## Exercise details:
The following data has a line with "by theme id. */" and a line with "Overrides by theme". Write out exactly those lines and all the lines between them.
Supplied entries: Begin
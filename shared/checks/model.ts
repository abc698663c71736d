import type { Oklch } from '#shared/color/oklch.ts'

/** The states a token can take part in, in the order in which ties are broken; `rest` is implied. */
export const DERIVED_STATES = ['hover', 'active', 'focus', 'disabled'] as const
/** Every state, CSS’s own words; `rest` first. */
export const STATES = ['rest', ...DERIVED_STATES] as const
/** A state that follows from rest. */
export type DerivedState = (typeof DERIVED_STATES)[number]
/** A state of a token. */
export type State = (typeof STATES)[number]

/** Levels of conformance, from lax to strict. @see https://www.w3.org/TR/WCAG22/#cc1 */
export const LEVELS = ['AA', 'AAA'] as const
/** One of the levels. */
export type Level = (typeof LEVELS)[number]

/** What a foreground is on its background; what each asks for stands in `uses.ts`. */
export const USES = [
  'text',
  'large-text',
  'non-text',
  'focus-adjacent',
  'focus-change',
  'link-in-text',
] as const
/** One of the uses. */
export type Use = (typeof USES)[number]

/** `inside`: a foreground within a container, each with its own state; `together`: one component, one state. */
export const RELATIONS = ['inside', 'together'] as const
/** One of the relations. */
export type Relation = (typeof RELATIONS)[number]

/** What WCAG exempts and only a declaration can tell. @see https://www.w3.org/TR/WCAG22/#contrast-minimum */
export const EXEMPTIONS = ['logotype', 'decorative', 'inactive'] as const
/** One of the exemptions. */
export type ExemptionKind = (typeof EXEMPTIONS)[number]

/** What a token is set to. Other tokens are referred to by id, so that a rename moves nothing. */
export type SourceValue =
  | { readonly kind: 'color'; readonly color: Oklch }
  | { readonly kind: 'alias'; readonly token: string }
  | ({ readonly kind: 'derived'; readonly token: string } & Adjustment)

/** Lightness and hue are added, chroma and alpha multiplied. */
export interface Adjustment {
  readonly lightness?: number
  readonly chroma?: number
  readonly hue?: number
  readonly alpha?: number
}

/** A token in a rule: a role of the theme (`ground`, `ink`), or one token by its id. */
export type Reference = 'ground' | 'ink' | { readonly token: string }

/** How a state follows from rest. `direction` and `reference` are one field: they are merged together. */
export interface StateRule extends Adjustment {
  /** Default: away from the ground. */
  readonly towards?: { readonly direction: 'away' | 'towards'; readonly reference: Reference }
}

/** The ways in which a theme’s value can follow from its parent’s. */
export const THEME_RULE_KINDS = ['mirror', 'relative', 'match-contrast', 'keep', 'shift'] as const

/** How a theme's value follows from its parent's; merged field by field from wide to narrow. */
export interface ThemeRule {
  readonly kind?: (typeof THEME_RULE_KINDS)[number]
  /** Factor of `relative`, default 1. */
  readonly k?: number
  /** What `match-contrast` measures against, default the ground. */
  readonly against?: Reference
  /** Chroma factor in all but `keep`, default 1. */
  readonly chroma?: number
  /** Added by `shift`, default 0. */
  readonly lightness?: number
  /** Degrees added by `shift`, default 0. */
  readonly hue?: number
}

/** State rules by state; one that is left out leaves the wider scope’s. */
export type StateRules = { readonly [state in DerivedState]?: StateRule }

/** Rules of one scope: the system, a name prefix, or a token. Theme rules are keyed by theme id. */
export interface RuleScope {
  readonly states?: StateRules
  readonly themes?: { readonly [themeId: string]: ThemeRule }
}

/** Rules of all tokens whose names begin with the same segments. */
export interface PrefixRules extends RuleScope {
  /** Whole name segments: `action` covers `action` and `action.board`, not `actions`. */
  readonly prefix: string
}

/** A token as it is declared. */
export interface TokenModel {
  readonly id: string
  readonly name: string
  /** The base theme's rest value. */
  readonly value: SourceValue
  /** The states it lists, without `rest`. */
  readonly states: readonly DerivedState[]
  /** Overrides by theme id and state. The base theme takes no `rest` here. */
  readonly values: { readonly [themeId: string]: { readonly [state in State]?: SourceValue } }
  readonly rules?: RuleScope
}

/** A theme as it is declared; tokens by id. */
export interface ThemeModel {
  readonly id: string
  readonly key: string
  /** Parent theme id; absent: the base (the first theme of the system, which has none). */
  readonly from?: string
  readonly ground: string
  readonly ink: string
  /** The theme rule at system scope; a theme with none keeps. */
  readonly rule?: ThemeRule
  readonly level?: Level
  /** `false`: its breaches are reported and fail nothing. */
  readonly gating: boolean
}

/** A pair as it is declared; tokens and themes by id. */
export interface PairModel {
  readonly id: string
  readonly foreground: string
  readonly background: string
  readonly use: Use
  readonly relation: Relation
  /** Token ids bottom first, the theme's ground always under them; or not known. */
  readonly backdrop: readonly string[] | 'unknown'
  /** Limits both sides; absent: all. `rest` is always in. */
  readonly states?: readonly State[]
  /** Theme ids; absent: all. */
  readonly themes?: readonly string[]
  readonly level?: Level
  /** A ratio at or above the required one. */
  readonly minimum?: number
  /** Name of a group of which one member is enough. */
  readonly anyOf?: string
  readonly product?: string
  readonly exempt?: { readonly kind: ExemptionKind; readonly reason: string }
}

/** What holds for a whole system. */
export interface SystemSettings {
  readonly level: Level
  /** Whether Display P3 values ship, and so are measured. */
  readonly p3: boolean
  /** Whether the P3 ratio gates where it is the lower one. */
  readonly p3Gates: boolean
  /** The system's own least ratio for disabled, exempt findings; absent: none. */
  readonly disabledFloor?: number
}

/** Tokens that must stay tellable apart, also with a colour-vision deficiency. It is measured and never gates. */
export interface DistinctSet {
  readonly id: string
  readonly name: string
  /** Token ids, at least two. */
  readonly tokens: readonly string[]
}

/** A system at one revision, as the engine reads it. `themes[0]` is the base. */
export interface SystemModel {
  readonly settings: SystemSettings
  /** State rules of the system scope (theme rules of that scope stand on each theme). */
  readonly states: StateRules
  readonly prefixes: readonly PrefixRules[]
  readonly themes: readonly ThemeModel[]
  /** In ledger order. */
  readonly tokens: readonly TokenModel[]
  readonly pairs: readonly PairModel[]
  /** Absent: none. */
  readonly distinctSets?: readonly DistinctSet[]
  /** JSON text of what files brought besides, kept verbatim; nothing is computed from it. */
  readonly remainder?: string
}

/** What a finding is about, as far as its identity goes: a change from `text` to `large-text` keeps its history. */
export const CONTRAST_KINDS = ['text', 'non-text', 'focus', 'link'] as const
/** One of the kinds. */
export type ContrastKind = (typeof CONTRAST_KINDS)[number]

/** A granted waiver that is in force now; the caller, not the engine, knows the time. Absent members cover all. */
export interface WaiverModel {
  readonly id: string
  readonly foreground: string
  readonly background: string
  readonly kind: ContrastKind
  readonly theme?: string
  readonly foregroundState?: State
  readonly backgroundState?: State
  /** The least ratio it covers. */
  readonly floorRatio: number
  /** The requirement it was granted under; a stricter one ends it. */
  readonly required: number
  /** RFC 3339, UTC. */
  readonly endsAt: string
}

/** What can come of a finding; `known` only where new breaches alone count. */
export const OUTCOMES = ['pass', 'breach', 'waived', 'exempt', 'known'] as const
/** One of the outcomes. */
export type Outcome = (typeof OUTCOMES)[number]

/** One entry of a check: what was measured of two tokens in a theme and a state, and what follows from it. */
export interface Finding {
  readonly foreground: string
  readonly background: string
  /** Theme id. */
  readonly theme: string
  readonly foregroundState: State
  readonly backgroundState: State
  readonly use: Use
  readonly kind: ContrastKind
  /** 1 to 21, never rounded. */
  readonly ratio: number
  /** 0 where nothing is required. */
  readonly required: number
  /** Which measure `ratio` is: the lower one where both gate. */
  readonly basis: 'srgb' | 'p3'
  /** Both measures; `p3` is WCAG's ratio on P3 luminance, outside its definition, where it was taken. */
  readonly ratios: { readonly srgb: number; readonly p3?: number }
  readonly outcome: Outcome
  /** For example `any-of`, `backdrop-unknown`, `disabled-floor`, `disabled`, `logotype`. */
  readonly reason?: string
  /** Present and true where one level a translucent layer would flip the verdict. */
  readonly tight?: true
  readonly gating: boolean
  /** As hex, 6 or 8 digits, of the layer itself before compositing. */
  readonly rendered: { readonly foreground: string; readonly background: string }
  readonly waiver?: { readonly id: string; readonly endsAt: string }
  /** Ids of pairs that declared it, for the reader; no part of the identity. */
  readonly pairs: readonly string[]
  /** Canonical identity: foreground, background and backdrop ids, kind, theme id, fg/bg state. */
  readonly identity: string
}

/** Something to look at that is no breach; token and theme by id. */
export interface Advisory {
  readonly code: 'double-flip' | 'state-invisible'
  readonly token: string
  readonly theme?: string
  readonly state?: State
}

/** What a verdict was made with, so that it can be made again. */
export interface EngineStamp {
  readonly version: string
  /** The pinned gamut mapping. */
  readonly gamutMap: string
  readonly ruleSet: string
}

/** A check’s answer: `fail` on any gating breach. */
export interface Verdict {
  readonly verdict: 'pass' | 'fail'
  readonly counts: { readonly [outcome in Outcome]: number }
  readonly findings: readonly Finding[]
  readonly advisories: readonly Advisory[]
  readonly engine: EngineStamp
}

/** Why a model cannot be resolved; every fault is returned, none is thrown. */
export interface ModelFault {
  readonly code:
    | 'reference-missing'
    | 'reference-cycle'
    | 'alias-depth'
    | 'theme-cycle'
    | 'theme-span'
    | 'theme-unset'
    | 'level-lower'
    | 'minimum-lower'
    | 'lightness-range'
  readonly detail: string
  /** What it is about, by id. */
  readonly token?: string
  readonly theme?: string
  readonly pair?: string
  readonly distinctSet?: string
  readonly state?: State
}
Supplied entries: End
## Your response:
/** Rules of one scope: the system, a name prefix, or a token. Theme rules are keyed by theme id. */
export interface RuleScope {
  readonly states?: StateRules
  readonly themes?: { readonly [themeId: string]: ThemeRule }
}

/** Rules of all tokens whose names begin with the same segments. */
export interface PrefixRules extends RuleScope {
  /** Whole name segments: `action` covers `action` and `action.board`, not `actions`. */
  readonly prefix: string
}

/** A token as it is declared. */
export interface TokenModel {
  readonly id: string
  readonly name: string
  /** The base theme's rest value. */
  readonly value: SourceValue
  /** The states it lists, without `rest`. */
  readonly states: readonly DerivedState[]
  /** Overrides by theme id and state. The base theme takes no `rest` here. */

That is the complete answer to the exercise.